Österreichischer Minister: Russland wird für Europa wichtig bleiben

Russland werde immer wichtig für Europa bleiben, und alles andere sei eine Illusion, sagte der österreichische Außenminister Alexander Schallenberg.

EURACTIV mit Reuters
Alexander-Schallenberg
"Zu glauben, dass es Russland nicht mehr geben wird und wir uns in allen Bereichen abkoppeln können, ist eine Illusion", sagte Außenminister Alexander Schallenberg gegenüber Reuters. Er fügte hinzu, dass Österreich seine Beziehungen zwar lockern werde, dies aber "nicht über Nacht" geschehen könne. [EPA-EFE/OLIVIER HOSLET]

Russland werde immer wichtig für Europa bleiben, und alles andere sei eine Illusion, sagte der österreichische Außenminister Alexander Schallenberg.

„Zu glauben, dass es Russland nicht mehr geben wird und wir uns in allen Bereichen abkoppeln können, ist eine Illusion“, sagte der Minister gegenüber Reuters. Er fügte hinzu, dass Österreich seine Beziehungen zwar lockern werde, dies aber „nicht über Nacht“ geschehen könne.

„Dostojewski und Tschaikowski bleiben Teil der europäischen Kultur, ob wir das wollen oder nicht. Es wird weiterhin unser größter Nachbar sein. Es wird die zweitgrößte Atommacht der Welt bleiben.“

Österreich, das sich als Brücke zwischen Ost und West profiliert, ist auch Teil eines größeren westlichen Bündnisses, das Russland nach seinem Einmarsch in der Ukraine mit Sanktionen belegt hat.

Österreich importiert immer noch russisches Gas, obwohl es bestrebt ist, dies in den kommenden Jahren zu reduzieren.

Einige österreichische Regierungsvertreter hoffen jedoch auf eine schnelle Beendigung des Krieges und eine Rückkehr zu normaleren Beziehungen zu Russland, wie mit der Angelegenheit vertraute Personen sagten.

Schallenberg äußerte sich, nachdem die US-Sanktionsbehörde Anfang des Jahres eine Untersuchung über Raiffeisens Russland-Geschäfte eingeleitet und damit die Beobachtung des österreichischen Kreditinstituts verschärft hatte.

Raiffeisen ist tief in Russland verwurzelt und eine der beiden einzigen ausländischen Banken auf der Liste der 13 systemrelevanten Institute der russischen Zentralbank. Dies unterstreicht die Bedeutung des Unternehmens für die russische Wirtschaft, die mit weitreichenden westlichen Sanktionen zu kämpfen hat.

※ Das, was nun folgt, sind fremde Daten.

"""``GET /metrics`` in the Prometheus text format, through ``prometheus-client``.

Most numbers are read from the store at scrape time (a custom collector), so they are
right even when the web app runs apart from the scheduler:

- ``fogwatch_source_rows_taken_total`` / ``fogwatch_source_rows_rejected_total``,
  ``fogwatch_source_polls_total``, ``fogwatch_source_failures_total`` per source;
- ``fogwatch_source_last_success_age_seconds`` per source (+Inf: never);
- ``fogwatch_deliveries`` by status (pending, sent, failed, expired, cancelled);
- ``fogwatch_sites`` by level (none, watch, warning, and unassessed);
- ``fogwatch_last_cycle_timestamp_seconds``.

The cycle duration is a histogram of this process's own cycles
(``fogwatch_cycle_duration_seconds``): it fills when ``fogwatch run`` serves the app.
Each app has its own registry, never the library's global one.
"""

from __future__ import annotations

import math
from collections.abc import Callable, Iterator
from datetime import datetime
from typing import TYPE_CHECKING

from prometheus_client import CollectorRegistry, Histogram
from prometheus_client.core import CounterMetricFamily, GaugeMetricFamily, Metric

from notifier.web.status import last_cycle

if TYPE_CHECKING:  # pragma: no cover
    from notifier.core.config import Config
    from notifier.storage.outbox import Outbox
    from notifier.storage.store import Store

__all__ = ["CycleMeter", "StoreCollector", "build_registry"]

DELIVERY_STATUSES = ("pending", "sent", "failed", "expired", "cancelled")
LEVELS = ("none", "watch", "warning", "unassessed")
# seconds: a cycle over a few sites takes well under a second; hundreds of sites, more
CYCLE_BUCKETS = (0.05, 0.1, 0.25, 0.5, 1.0, 2.5, 5.0, 10.0, 30.0, 60.0)


class CycleMeter:
    """The durations of this process's cycles (the service calls :meth:`observe`)."""

    def __init__(self, registry: CollectorRegistry):
        self.histogram = Histogram(
            "fogwatch_cycle_duration_seconds",
            "Duration of one poll-assess-lifecycle cycle in this process",
            buckets=CYCLE_BUCKETS,
            registry=registry,
        )

    def observe(self, seconds: float) -> None:
        self.histogram.observe(seconds)


class StoreCollector:
    """Reads the store at every scrape."""

    def __init__(
        self,
        store: Store,
        outbox: Outbox,
        config: Callable[[], Config],
        clock: Callable[[], datetime],
    ):
        self.store, self.outbox, self.config, self.clock = store, outbox, config, clock

    def describe(self) -> list[Metric]:
        return []  # names are fixed and unique: no need to collect at registration

    def collect(self) -> Iterator[Metric]:
        config, now = self.config(), self.clock()
        health = {row["source_id"]: row for row in self.store.source_health()}
        ids = [s.id for s in config.sources] + sorted(set(health) - {s.id for s in config.sources})
        families = {
            "rows_ok": CounterMetricFamily(
                "fogwatch_source_rows_taken", "Rows taken from a source", labels=["source"]
            ),
            "rows_rejected": CounterMetricFamily(
                "fogwatch_source_rows_rejected",
                "Rows a source sent that were rejected",
                labels=["source"],
            ),
            "polls": CounterMetricFamily(
                "fogwatch_source_polls", "Polls of a source", labels=["source"]
            ),
            "failures": CounterMetricFamily(
                "fogwatch_source_failures", "Failed polls of a source", labels=["source"]
            ),
        }
        age = GaugeMetricFamily(
            "fogwatch_source_last_success_age_seconds",
            "Seconds since a source's last successful poll (+Inf: never)",
            labels=["source"],
        )
        for source_id in ids:
            row = health.get(source_id, {})
            for key, family in families.items():
                family.add_metric([source_id], float(row.get(key) or 0))
            last = row.get("last_success")
            age.add_metric([source_id], (now - last).total_seconds() if last else math.inf)
        yield from families.values()
        yield age
        backlog = self.outbox.backlog()
        deliveries = GaugeMetricFamily(
            "fogwatch_deliveries", "Deliveries in the outbox by status", labels=["status"]
        )
        for status in sorted(set(DELIVERY_STATUSES) | set(backlog)):
            deliveries.add_metric([status], float(backlog.get(status, 0)))
        yield deliveries
        levels = self.outbox.snapshot_levels()  # no hazards put into words
        counts = dict.fromkeys(LEVELS, 0)
        for site in config.sites:
            level = levels.get(site.id, "unassessed")
            counts[level] = counts.get(level, 0) + 1
        sites = GaugeMetricFamily("fogwatch_sites", "Configured sites by level", labels=["level"])
        for level, n in counts.items():
            sites.add_metric([level], float(n))
        yield sites
        cycle = last_cycle(self.store)
        last = GaugeMetricFamily(
            "fogwatch_last_cycle_timestamp_seconds", "POSIX time of the newest cycle (0: none)"
        )
        last.add_metric([], cycle.timestamp() if cycle else 0.0)
        yield last


def build_registry(
    store: Store, outbox: Outbox, config: Callable[[], Config], clock: Callable[[], datetime]
) -> tuple[CollectorRegistry, CycleMeter]:
    registry = CollectorRegistry()
    registry.register(StoreCollector(store, outbox, config, clock))
    return registry, CycleMeter(registry)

Ein russisches Programm mit Beteiligung Raiffeisens zur Gewährung von Zahlungserleichterungen für die Truppen, die in der Ukraine kämpfen, löste ebenfalls scharfe Kritik von Investoren aus.

Schallenberg sagte, es sei Sache Österreichs, die Sanktionen durchzusetzen, und wies mit dem Finger auf andere westliche Banken hin, die in Russland Geschäfte machen. „Österreichische Unternehmen müssen sich an österreichische Regeln halten, zu denen auch die Sanktionen der Europäischen Union gehören.“

„Seien wir mal ehrlich“, sagte er. „91 Prozent der westlichen Unternehmen sind immer noch in Russland und tun das, was sinnvoll ist: abwarten, eindämmen, umzäunen.“

„Es gibt genügend amerikanische Banken, eine davon mit dem Namen Bank of America, die in Russland präsent sind“, sagte Schallenberg. „Die Liste ist ein ‚Who’s who‘ der westlichen Bankenwelt.“

Eine Sprecherin der Bank of America sagte: „Unsere Aktivitäten sind auf die Einhaltung aller Sanktionen ausgerichtet.“

Schallenberg sagte, er bevorzuge die Durchsetzung der bestehenden europäischen Sanktionen gegenüber der Einführung weiterer Maßnahmen.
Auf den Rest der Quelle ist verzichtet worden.